DATASET RECORDS:
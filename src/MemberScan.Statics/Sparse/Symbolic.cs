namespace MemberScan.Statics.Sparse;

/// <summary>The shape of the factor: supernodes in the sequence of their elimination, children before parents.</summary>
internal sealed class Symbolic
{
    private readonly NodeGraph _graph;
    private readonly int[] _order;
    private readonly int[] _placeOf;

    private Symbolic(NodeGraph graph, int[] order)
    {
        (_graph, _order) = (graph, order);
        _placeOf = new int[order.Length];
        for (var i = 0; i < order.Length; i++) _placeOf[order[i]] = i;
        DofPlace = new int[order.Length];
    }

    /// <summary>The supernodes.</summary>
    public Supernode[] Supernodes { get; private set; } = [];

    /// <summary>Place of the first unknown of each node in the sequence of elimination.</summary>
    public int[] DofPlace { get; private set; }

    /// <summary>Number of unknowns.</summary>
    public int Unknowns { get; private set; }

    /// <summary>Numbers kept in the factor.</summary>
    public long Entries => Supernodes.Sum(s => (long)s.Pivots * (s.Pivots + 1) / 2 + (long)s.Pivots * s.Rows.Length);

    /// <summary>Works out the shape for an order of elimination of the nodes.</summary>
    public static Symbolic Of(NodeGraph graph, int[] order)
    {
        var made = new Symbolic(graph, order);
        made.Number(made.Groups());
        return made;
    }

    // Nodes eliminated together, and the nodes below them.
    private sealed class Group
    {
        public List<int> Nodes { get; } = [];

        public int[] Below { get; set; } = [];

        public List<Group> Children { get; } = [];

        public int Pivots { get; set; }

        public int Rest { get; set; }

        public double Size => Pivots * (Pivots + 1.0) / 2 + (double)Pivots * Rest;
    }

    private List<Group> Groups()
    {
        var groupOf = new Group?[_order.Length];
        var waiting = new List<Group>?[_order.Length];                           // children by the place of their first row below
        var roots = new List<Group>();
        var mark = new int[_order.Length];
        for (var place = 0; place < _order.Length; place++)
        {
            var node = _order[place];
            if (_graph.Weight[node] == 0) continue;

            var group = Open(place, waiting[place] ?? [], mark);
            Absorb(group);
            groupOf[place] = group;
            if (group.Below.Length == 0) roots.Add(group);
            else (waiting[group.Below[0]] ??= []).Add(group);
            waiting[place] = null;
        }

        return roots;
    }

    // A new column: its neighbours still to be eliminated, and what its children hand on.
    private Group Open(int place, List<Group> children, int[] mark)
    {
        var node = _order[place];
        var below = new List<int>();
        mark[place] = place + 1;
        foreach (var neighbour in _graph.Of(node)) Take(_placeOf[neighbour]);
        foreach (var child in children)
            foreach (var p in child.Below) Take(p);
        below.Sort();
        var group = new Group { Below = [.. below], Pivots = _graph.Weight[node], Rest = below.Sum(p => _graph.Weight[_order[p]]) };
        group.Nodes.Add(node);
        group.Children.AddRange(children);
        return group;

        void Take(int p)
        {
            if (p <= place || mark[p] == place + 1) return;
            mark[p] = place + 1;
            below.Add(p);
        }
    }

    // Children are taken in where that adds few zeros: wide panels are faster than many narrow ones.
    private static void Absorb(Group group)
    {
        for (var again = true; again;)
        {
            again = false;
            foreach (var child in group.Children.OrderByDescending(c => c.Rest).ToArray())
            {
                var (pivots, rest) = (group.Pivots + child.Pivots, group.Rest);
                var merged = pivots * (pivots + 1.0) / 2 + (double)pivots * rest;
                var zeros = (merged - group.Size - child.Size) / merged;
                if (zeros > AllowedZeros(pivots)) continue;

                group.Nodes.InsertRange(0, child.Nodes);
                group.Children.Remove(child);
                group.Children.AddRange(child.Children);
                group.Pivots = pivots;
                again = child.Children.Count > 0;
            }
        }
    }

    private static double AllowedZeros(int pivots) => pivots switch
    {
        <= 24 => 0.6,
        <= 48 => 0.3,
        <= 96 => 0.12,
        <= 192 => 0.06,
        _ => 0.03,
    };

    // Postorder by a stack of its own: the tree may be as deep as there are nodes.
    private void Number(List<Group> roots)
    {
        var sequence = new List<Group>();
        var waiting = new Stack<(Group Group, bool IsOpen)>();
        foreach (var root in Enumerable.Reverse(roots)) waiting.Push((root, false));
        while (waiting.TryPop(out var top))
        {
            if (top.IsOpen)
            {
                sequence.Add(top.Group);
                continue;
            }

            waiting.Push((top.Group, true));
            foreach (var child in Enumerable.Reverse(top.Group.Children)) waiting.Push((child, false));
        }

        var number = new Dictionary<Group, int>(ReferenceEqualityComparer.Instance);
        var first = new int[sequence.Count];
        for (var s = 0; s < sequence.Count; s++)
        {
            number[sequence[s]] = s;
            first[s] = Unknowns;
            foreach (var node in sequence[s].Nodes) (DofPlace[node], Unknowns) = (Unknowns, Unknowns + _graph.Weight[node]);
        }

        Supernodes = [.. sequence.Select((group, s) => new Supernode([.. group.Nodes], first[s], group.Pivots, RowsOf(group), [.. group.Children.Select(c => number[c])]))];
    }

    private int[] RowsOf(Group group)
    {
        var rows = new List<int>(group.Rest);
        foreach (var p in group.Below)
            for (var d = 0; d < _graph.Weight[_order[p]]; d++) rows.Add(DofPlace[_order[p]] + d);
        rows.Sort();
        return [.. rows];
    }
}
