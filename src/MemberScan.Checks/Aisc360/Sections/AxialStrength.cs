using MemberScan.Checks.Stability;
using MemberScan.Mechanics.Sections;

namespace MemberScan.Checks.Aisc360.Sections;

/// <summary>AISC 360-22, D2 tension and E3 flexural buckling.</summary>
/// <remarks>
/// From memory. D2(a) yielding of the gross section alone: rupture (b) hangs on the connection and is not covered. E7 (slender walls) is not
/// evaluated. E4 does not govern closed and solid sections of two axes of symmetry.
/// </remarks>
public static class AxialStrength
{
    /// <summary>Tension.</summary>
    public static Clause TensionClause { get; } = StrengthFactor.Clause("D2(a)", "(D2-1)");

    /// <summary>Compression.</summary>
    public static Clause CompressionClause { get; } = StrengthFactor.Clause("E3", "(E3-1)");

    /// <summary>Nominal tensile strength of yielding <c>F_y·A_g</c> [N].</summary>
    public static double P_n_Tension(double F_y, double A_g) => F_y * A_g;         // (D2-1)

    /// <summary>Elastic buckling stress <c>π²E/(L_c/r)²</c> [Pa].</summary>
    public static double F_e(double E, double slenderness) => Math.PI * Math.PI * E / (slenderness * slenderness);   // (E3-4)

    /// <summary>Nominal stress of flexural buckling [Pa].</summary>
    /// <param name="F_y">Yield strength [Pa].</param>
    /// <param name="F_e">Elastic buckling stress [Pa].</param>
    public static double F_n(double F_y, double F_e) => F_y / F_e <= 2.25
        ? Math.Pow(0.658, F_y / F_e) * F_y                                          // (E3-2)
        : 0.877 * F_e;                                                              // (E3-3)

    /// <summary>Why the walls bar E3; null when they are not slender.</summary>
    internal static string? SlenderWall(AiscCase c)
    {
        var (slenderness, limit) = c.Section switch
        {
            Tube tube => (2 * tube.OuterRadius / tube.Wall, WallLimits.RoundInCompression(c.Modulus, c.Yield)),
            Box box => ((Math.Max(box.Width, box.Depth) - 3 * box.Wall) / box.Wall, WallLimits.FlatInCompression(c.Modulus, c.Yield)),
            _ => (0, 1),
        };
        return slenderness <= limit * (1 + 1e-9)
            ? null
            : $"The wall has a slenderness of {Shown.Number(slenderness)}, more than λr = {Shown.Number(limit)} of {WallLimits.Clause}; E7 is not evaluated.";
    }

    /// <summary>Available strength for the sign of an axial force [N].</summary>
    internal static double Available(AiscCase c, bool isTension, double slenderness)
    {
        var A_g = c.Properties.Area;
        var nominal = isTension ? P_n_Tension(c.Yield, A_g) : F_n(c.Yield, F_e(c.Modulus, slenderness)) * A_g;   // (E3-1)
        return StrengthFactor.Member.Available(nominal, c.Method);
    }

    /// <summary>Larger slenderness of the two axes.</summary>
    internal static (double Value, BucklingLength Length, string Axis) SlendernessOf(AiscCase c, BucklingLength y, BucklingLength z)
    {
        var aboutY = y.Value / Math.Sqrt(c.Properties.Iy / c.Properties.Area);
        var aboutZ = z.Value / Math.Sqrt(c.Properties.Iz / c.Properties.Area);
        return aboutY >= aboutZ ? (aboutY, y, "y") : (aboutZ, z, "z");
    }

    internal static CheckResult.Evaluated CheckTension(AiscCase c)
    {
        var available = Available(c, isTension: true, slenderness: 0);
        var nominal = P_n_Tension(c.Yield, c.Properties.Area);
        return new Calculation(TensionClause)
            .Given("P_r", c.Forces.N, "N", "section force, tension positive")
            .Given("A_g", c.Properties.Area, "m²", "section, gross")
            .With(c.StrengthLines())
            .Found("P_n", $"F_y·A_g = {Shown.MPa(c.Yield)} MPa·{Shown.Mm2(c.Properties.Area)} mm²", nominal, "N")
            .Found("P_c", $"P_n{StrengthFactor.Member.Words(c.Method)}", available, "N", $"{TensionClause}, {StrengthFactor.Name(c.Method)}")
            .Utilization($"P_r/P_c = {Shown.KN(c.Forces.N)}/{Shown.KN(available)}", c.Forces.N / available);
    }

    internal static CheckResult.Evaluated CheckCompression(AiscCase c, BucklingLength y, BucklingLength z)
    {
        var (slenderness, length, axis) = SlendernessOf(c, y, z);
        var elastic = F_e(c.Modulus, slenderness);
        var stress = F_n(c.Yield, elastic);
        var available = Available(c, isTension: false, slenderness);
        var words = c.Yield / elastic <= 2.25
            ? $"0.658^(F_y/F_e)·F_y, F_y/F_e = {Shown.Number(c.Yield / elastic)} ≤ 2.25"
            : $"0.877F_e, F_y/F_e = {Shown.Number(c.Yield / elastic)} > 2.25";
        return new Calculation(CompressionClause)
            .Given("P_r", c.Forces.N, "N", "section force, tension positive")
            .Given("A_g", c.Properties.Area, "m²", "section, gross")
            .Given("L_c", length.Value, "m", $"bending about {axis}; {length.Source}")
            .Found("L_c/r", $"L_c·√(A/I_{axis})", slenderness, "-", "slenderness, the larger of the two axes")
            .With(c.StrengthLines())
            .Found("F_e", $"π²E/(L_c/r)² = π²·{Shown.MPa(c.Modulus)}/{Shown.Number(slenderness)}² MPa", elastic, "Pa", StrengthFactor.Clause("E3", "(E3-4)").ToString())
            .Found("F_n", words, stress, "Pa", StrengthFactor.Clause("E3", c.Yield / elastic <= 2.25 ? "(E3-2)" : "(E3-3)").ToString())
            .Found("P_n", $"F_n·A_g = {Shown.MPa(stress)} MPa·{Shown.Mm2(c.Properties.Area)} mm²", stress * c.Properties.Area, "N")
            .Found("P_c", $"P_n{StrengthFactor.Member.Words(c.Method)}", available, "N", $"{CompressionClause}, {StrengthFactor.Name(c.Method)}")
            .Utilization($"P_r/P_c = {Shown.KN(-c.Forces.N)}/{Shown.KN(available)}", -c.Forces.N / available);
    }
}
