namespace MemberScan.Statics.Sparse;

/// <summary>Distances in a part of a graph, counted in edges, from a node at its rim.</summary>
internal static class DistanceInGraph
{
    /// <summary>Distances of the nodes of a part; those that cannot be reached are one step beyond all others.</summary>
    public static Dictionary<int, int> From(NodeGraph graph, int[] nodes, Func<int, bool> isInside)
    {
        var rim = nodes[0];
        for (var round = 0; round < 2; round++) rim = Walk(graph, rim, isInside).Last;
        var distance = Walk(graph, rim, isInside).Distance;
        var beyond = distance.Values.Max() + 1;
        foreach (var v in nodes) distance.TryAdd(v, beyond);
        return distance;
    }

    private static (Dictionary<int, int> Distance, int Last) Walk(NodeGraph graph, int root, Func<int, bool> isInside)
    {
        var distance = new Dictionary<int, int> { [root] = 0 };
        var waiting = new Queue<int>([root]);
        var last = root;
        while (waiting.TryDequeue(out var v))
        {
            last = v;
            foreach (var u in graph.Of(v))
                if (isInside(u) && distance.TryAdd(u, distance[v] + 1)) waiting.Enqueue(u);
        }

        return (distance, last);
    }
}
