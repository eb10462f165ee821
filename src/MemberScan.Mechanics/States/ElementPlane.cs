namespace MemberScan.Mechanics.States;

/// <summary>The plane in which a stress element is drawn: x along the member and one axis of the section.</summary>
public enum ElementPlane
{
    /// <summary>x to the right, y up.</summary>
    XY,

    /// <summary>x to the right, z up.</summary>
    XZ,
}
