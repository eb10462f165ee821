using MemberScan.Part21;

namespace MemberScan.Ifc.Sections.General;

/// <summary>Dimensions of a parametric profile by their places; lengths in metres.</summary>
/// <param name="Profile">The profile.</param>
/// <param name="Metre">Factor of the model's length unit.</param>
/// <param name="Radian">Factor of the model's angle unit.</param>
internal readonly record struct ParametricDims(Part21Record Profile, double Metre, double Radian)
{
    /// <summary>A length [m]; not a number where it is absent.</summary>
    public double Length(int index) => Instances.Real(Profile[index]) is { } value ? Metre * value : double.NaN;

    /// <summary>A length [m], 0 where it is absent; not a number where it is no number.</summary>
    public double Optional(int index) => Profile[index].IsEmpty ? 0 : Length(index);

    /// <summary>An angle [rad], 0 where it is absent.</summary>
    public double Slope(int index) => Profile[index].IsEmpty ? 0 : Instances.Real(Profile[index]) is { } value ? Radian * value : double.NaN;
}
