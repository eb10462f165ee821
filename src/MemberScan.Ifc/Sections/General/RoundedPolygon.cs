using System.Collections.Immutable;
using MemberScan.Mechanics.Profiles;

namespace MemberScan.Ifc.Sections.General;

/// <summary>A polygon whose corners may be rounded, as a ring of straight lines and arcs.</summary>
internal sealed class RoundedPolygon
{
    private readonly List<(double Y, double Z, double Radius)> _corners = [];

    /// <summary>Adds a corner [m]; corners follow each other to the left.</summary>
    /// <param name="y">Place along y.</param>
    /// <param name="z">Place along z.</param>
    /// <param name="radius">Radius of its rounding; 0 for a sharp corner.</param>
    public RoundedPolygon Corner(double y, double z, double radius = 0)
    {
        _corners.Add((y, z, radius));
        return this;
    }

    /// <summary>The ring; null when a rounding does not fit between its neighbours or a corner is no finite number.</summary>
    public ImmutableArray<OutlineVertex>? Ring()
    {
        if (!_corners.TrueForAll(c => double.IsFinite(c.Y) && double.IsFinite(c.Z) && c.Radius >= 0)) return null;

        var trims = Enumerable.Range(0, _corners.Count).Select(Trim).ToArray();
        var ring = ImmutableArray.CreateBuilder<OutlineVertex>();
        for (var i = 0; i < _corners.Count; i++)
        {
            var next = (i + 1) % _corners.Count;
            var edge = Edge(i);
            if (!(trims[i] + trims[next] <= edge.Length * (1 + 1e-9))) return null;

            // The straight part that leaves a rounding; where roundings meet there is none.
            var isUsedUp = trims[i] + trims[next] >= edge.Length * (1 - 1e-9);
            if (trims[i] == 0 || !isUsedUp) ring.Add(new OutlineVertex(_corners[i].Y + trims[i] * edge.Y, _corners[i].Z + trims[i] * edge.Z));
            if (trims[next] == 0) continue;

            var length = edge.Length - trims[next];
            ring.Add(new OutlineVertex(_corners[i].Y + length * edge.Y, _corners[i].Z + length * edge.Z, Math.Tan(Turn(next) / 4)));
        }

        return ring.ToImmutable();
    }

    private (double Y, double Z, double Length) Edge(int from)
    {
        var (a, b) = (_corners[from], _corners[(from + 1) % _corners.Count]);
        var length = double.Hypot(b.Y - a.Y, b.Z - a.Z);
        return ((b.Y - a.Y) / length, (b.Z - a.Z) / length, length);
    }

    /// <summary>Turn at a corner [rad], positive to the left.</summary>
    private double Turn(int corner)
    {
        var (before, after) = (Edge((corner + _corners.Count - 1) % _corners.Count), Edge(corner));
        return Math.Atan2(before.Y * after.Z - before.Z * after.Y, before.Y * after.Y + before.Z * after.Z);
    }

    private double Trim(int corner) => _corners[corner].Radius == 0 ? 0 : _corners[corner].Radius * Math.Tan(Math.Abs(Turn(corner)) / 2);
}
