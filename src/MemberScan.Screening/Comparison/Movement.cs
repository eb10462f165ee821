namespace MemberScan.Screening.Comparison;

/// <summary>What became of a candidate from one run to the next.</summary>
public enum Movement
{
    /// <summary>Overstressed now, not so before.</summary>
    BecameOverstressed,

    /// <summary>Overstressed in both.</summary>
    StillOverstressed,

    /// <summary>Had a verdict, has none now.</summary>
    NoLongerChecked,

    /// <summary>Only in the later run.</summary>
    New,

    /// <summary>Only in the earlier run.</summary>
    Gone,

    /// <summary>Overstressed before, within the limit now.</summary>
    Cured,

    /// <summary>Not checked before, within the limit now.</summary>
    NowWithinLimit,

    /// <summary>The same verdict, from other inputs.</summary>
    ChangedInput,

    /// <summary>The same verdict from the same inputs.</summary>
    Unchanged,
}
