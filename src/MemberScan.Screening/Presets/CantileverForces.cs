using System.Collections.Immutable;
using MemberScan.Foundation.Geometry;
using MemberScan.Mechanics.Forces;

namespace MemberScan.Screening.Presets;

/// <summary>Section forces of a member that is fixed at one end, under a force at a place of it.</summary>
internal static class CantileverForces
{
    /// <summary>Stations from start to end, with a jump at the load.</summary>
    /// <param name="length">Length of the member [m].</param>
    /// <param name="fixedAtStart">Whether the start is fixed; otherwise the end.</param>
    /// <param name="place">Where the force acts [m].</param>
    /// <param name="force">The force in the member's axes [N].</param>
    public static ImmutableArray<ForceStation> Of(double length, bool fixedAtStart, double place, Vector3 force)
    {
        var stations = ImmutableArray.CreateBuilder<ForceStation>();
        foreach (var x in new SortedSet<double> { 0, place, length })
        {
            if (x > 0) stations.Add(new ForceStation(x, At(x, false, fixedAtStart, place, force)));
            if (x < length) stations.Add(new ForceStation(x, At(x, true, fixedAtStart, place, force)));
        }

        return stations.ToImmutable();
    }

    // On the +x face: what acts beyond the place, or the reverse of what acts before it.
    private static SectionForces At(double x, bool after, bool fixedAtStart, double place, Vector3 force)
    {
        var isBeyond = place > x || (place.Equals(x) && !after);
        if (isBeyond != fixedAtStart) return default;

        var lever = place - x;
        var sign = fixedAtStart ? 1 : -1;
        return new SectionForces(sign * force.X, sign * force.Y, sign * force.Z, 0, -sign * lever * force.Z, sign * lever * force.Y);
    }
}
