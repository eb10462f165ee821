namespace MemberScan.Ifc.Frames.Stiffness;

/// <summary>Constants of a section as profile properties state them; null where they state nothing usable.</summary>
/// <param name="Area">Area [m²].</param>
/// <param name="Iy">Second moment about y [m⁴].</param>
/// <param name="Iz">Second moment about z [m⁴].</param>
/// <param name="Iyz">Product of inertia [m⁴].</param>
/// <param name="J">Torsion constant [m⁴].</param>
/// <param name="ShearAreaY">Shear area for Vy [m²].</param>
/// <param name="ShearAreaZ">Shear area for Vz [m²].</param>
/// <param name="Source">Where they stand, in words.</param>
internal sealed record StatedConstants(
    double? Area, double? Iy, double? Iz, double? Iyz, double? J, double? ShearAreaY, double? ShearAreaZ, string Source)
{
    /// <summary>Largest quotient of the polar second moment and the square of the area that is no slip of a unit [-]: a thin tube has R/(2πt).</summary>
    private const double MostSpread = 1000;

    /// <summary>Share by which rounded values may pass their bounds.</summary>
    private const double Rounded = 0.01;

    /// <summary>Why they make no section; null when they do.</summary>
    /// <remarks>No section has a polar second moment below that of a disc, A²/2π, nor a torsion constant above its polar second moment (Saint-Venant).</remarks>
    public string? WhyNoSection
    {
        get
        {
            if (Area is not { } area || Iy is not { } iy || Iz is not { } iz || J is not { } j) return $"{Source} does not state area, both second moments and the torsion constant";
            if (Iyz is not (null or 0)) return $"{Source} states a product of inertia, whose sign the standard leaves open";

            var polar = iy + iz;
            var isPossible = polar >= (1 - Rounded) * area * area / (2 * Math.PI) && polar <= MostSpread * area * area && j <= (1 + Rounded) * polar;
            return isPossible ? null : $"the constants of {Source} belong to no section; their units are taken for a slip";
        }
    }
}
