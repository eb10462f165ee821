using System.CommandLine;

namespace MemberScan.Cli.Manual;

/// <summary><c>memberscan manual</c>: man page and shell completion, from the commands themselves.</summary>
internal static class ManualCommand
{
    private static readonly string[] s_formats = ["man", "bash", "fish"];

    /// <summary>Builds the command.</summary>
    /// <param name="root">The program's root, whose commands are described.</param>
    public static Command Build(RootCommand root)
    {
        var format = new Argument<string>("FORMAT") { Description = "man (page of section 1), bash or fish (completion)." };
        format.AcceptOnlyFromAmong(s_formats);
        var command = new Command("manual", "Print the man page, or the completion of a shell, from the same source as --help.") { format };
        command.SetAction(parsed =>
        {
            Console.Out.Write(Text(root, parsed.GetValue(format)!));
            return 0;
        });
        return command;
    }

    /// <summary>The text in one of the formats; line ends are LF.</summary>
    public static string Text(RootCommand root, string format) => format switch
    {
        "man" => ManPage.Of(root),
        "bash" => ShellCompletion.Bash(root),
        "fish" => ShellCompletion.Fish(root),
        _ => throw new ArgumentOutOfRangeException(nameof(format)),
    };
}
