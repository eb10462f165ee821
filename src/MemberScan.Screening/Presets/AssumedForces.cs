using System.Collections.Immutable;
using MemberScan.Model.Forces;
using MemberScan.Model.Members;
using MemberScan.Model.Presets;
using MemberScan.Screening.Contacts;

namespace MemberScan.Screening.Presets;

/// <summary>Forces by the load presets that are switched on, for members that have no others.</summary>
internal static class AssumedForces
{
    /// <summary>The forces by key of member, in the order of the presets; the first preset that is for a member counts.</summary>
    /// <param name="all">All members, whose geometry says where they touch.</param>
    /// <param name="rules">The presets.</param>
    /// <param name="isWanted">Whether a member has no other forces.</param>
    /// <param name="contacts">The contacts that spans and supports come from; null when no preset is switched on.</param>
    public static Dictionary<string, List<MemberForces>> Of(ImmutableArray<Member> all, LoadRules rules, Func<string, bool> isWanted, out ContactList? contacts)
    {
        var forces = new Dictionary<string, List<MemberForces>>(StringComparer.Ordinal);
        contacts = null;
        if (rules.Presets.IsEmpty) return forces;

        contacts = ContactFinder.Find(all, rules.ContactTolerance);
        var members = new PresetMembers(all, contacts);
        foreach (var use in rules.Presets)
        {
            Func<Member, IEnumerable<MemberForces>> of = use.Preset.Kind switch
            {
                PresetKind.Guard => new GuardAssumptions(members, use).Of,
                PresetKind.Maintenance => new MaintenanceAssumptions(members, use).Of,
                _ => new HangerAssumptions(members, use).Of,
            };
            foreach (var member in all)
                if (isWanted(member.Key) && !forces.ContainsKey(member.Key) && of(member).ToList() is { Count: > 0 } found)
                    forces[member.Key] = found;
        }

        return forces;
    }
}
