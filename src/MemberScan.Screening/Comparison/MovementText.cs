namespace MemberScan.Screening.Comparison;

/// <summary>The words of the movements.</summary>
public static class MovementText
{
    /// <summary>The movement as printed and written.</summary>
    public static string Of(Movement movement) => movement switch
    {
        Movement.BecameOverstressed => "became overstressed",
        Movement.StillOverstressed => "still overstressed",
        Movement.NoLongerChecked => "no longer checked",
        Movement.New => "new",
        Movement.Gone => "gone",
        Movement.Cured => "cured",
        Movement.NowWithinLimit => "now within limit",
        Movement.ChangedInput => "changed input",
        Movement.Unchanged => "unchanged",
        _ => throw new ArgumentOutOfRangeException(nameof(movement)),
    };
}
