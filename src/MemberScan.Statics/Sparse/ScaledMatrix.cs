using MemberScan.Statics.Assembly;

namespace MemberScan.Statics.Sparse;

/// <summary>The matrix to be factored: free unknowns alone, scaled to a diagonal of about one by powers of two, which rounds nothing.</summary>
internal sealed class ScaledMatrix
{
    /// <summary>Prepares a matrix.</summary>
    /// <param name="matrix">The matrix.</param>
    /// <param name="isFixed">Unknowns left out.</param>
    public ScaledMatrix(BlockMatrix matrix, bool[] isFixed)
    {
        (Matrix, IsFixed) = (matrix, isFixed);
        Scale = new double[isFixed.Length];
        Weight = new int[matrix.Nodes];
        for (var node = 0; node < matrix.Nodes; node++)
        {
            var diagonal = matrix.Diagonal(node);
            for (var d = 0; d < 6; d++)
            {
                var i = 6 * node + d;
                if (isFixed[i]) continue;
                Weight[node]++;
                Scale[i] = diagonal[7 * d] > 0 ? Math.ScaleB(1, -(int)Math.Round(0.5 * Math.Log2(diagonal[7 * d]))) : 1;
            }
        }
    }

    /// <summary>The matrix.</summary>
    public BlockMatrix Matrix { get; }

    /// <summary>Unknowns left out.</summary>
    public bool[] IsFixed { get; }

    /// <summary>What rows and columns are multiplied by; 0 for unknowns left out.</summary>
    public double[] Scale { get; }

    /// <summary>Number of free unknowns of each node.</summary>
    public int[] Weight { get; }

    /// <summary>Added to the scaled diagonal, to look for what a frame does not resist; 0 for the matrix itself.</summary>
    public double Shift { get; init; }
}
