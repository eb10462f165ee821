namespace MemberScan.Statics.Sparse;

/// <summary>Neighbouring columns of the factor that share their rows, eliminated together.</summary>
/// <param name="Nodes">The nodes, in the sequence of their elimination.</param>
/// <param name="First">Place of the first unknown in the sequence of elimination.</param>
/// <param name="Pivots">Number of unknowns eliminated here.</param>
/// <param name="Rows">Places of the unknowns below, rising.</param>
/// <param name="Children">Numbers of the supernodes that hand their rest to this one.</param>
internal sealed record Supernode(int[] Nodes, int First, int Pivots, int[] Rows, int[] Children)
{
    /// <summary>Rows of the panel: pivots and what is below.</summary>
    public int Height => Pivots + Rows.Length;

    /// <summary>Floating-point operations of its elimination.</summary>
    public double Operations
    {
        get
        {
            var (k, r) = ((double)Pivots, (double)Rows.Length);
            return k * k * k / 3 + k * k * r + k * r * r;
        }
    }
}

WHAT TO DO: Retrieve every line above holding the word "sealed".

ANSWER TO THIS EXERCISE:
internal sealed class Symbolic
    private sealed class Group
internal sealed class RoundedPolygon
internal sealed record StatedConstants(
internal sealed class ScaledMatrix
internal sealed record Supernode(int[] Nodes, int First, int Pivots, int[] Rows, int[] Children)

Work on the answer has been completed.